Over this year, there are some important tax changes for businesses taking effect. Many of the changes are in response to new acts, such as The Protecting Americans from Tax Hikes (PATH) Act of 2015, the Bipartisan Budget Act of 2015, and the Trade Preference Extension Act of 2015. The following are some of the changes that will effect businesses this year:

  • Enhancements for Sec. 179 expensing: This provision changes the investment ceiling and the maximum expensing limit. In 2014, the dollar limitation on expensing deductions was $500,000 and the investment-based reduction dollar limitation only effected property placed in service in the tax year that exceeded $2 million, which was the investment ceiling. Starting in the tax year beginning after Dec. 31, 2014 the maximum expensing limit was to have dropped to $25,00 and the investment ceiling should have dropped to $200,000. Under the PATH Act, the $500, 000 limitation and the $2 million investment ceiling amounts were retroactively extended and made permanent.
  • De minimis expensing safe harbor for taxpayers with no AFS (applicable financial statement) was raised: Under Sec. 162, the final tangible property regulations that permits small businesses to expense their outlays for “de minimis” business expenses. If they were eligible for the de minimis safe harbor, and choose it, the amount paid to acquire or produce any eligible unit of property (or eligible material or supply) is deducted in the year it incurred. This included building improvements that also received a bonus depreciation. Under the prior law, leasehold improvement property qualified for the bonus depreciation, but under the PATH Act, qualified leasehold improvements property is no longer eligible for bonus depreciation. Instead, any property placed in service after December 31, 2015, qualified improvement property is eligible for bonus depreciation. The PATH Act makes this easier by allowing any building improvement to be eligible for depreciation even if the improvements are not property; the improvement no longer needs to be placed in service more than three years after the date the building was first in service; and structural components that benefit a common area are no longer excluded from the qualifying improvements.
  • Research credit for qualifying small business may offset payroll tax: For years beginning after Dec. 31, 2015, qualified small businesses may claim a credit for a portion of their research credit as a payroll credit against their FICA tax liability. This would offset their tax liability.
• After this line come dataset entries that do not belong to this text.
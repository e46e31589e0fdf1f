/**
 * The Content-Security-Policy in a real browser: the editor opens, takes an edit and saves it, exports
 * its picture, and the geometry view draws its motion charts and its own picture — with not one policy
 * violation reported (console, page errors or `securitypolicyviolation` events). The headers themselves
 * are checked in tests/api/hardening/headers.test.ts.
 */
import { afterAll, beforeAll, describe, expect, it } from "vitest";
import type { Browser, BrowserContext, Page } from "playwright-core";
import { APP_URL, launchBrowser, shot, signInPage } from "../support/browser";
import { dropPart, openEditor, waitSaved } from "../support/editor-page";
import { makeBuild, makeUser, testDb, TEST_PASSWORD } from "../support/db";
import { demoPitchLinkage } from "@/shared/demo";
import { demoPitchGeometry } from "@/shared/demo-geometry";

let browser: Browser;
let context: BrowserContext;
let page: Page;
let editorUrl = "";
const violations: string[] = [];
const pageErrors: string[] = [];

/** Report every violation the page sees (a listener added on each document before its scripts run). */
async function watch(p: Page) {
  await p.exposeFunction("__cspViolation", (v: string) => violations.push(v));
  await p.addInitScript(() => {
    document.addEventListener("securitypolicyviolation", (e) => {
      (window as unknown as { __cspViolation: (v: string) => void }).__cspViolation(`${e.violatedDirective} blocked ${e.blockedURI || "(inline)"} at ${e.sourceFile}:${e.lineNumber}`);
    });
  });
  p.on("console", (m) => {
    if (/Content[- ]Security[- ]Policy|Refused to (load|execute|apply|connect|frame)/i.test(m.text())) violations.push(`console: ${m.text()}`);
  });
  p.on("pageerror", (e) => pageErrors.push(String(e)));
}

beforeAll(async () => {
  browser = await launchBrowser();
  const owner = await makeUser("e2e-csp");
  const { buildId, linkageId } = await makeBuild({ owner });
  // The demo pitch run with its geometry: the geometry view has what it needs to chart the motion.
  await testDb("linkage_revisions").where({ linkage_id: linkageId, revision: 1 })
    .update({ graph: JSON.stringify({ ...demoPitchLinkage(), name: "Pitch run", geometry: demoPitchGeometry() }) });
  editorUrl = `${APP_URL}/builds/${buildId}/linkages/${linkageId}`;
  context = await browser.newContext({ viewport: { width: 1600, height: 1000 }, acceptDownloads: true });
  page = await context.newPage();
  await watch(page);
  await signInPage(page, owner.email, TEST_PASSWORD);
}, 120_000);
afterAll(async () => { await browser?.close(); await testDb.destroy(); });

describe("the pages under the Content-Security-Policy", () => {
  it("the policy is in force and its violations are heard (an image from another origin is refused)", async () => {
    await page.goto(`${APP_URL}/builds`);
    await page.evaluate(() => { const i = new Image(); i.src = "https://img.invalid.example/x.png"; document.body.append(i); });
    await expect.poll(() => violations.some((v) => v.startsWith("img-src blocked https://img.invalid.example/"))).toBe(true);
    await page.waitForTimeout(300); // the console's report of the same refusal may come after the event
    expect(violations.filter((v) => !/img\.invalid\.example/.test(v))).toEqual([]); // nothing else on the builds page
    violations.length = 0;
  });

  it("the editor opens, takes an edit and saves it", async () => {
    await openEditor(page, editorUrl);
    await dropPart(page, "pushrod", 700, 520);
    await waitSaved(page);
    await shot(page, "csp-01-editor");
    expect(violations).toEqual([]);
  });

  it("exports the picture of the linkage", async () => {
    const [download] = await Promise.all([page.waitForEvent("download"), page.getByTestId("btn-export-png").click()]);
    const { readFile } = await import("node:fs/promises");
    const png = await readFile((await download.path())!);
    expect(png.subarray(1, 4).toString("latin1")).toBe("PNG");
    expect(violations).toEqual([]);
  });

  it("draws the motion charts and exports the geometry picture", async () => {
    await page.getByTestId("btn-geometry").click();
    await page.getByTestId("motion-charts").waitFor({ timeout: 30_000 });
    await expect.poll(() => page.locator("[data-testid=motion-charts] .recharts-line").count(), { timeout: 15_000 }).toBeGreaterThanOrEqual(4);
    const [download] = await Promise.all([page.waitForEvent("download"), page.getByTestId("geometry-picture").click()]);
    const { readFile } = await import("node:fs/promises");
    const png = await readFile((await download.path())!);
    expect(png.subarray(1, 4).toString("latin1")).toBe("PNG");
    await shot(page, "csp-02-geometry");
    expect(violations).toEqual([]);
  });

  it("reloads the editor with nothing refused and no page error", async () => {
    await page.reload();
    await page.getByTestId("linkage-editor").waitFor({ timeout: 60_000 });
    await page.waitForTimeout(500);
    expect(violations).toEqual([]);
    expect(pageErrors).toEqual([]);
  });
});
  • More eligible for differential wage payment credit: Eligible small business employers that pay differential wages can claim the credit. To be eligible for the credit the business must: (1) making payments to employees for periods that they are called to active duty with the US uniformed forces (for more than 30 days) that represent all or part of the wages the employee would have otherwise received from the employer and (2) the employee must be employee for 91 days preceding the period of differential pay. The differential wage payment credit is equal to 20% of up to $20,000 of differential pay made during the tax year.